U.S. in wrong direction on anti-virus fight, warns Fauci

Fauci

BEIJING, July 28 (Xinhua) -- The United States is heading "in the wrong direction" as the country scrambles to fight a new surge of COVID-19 cases because of the Delta variant and a large number of unvaccinated people, Anthony Fauci, White House chief medical advisor, has warned.

"We are going in the wrong direction," the top infectious disease expert told CNN on Sunday.

According to Fauci, the latest surge in new cases was caused by the highly virulent Delta variant, as well as the large unvaccinated population of the nation.

"It is really a pandemic among the unvaccinated, so this is an issue predominantly among the unvaccinated, which is the reason why we are out there, practically pleading with the unvaccinated people to go out and get vaccinated," said Fauci.

While the United States still has the highest number of confirmed cases, India had surpassed America in terms of new daily cases in the past few weeks. However, as infections started to stagnate in India, the United States again surpassed India's tally of new cases.

According to official data, the United States on Monday reported a staggering seven-day average of 52,000 infections. The figures have pushed America's tally of new daily infections past India's, according to Yahoo News.

A new study also found that the U.S. total number of COVID-19 infections may have been undercounted by as much as 60 percent.

According to a study by researchers at the University of Washington, as many as 65 million Americans may have already been infected.

As of Tuesday, the total confirmed cases of the pandemic surpassed 34.6 million, while the country's death toll amounted to over 611,410, according to data from Johns Hopkins University.

Last week, 48 states have a seven-day average of new cases at least 10 percent higher than the week before. In 34 of those states, the rate of new cases increased by more than 50 percent, said the university.

Meanwhile, Fauci has recently defended the natural origin theory of the novel coronavirus on several occasions.

On July 17, Fauci told CNN that "the most likely explanation is a natural evolution from an animal reservoir to a human."

He had also repeatedly cited a scientific paper that largely dismissed the possibility that the coronavirus escaped from a lab, according to media reports.

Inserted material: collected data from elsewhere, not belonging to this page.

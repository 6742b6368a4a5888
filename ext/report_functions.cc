// What is told of whole models: a comparison of two.
#include <cmath>

#include "core/report/compare.h"
#include "ext/function_tables.h"
#include "ext/json.h"
#include "ext/model_argument.h"

namespace ladderline {
namespace {

Json TextOrNull(const std::string& text) { return text.empty() ? Json() : Json(text); }

Json Whole(double number) {
  return std::isnan(number) ? Json() : Json(static_cast<std::int64_t>(number));
}

void ModelCompare(Call& call) {
  const std::shared_ptr<ModelInHand> first = HoldModelArgument(call, 0);
  const std::shared_ptr<ModelInHand> second = HoldModelArgument(call, 1);
  if (first == nullptr || second == nullptr) return call.ReturnNull();
  const Comparison comparison = Compare(first->model(), second->model());
  Json result;
  result["test"] = TextOrNull(comparison.test);
  result["statistic"] = comparison.statistic;
  result["df1"] = Whole(comparison.df1);
  result["df2"] = Whole(comparison.df2);
  result["p_value"] = comparison.p_value;
  result["aic_difference"] = comparison.aic_difference;
  result["bic_difference"] = comparison.bic_difference;
  result["preferred"] = TextOrNull(comparison.preferred);
  result["reading"] = comparison.reading;
  call.Return(result.dump());
}

constexpr FunctionRow kRows[] = {
    Scalar("model_compare", 2, 2, "first, second", ModelCompare,
           "Two fits of one response in the same rows, compared as JSON: a test where one has all "
           "that the other has, AIC and BIC (second less first) on the response's original scale, "
           "which is preferred, and a reading in words.",
           "Burnham & Anderson, Model Selection and Multimodel Inference (2002)",
           "SELECT fact(model_compare(ols_model('cost', cost, 'age', age), "
           "ols_model('cost | log_offset', cost, 'age', age)), 'reading') FROM (SELECT 120 AS "
           "cost, 10 AS age UNION ALL SELECT 300, 40 UNION ALL SELECT 90, 5 UNION ALL SELECT 240, "
           "31)"),
};

}  // namespace

std::span<const FunctionRow> ReportFunctions() { return kRows; }

}  // namespace ladderline
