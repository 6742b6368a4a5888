// The host's interface, the same for the loadable module and the static library.
#ifndef LADDERLINE_EXT_HOST_H_
#define LADDERLINE_EXT_HOST_H_

#include <sqlite3ext.h>

#ifndef SQLITE_CORE
// Set once by the entry point, from the table of calls that the host hands over.
extern const sqlite3_api_routines* sqlite3_api;
#endif

#endif  // LADDERLINE_EXT_HOST_H_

According to the weekly magazine Washington Examiner, in the paper, titled "The Origins of SARS-CoV-2: A Critical Review," a group of 20 internationally renowned virologists and evolutionary biologists from all over the world note that theories about a lab leak are almost all based on coincidence, not hard evidence.

Fauci was recently found to express his belief in natural origin theory of the novel coronavirus in his exchanges of emails with British zoologist Peter Daszak.

According to reports by Buzzfeed, Daszak thanked Fauci in an email on April 18, 2020, for "publicly standing up and stating that the scientific evidence supports a natural origin for COVID-19 from a bat-to-human spillover."

"From my perspective, your comments are brave, and coming from your trusted voice, will help dispel the myths being spun around the virus's origins," Daszak wrote then.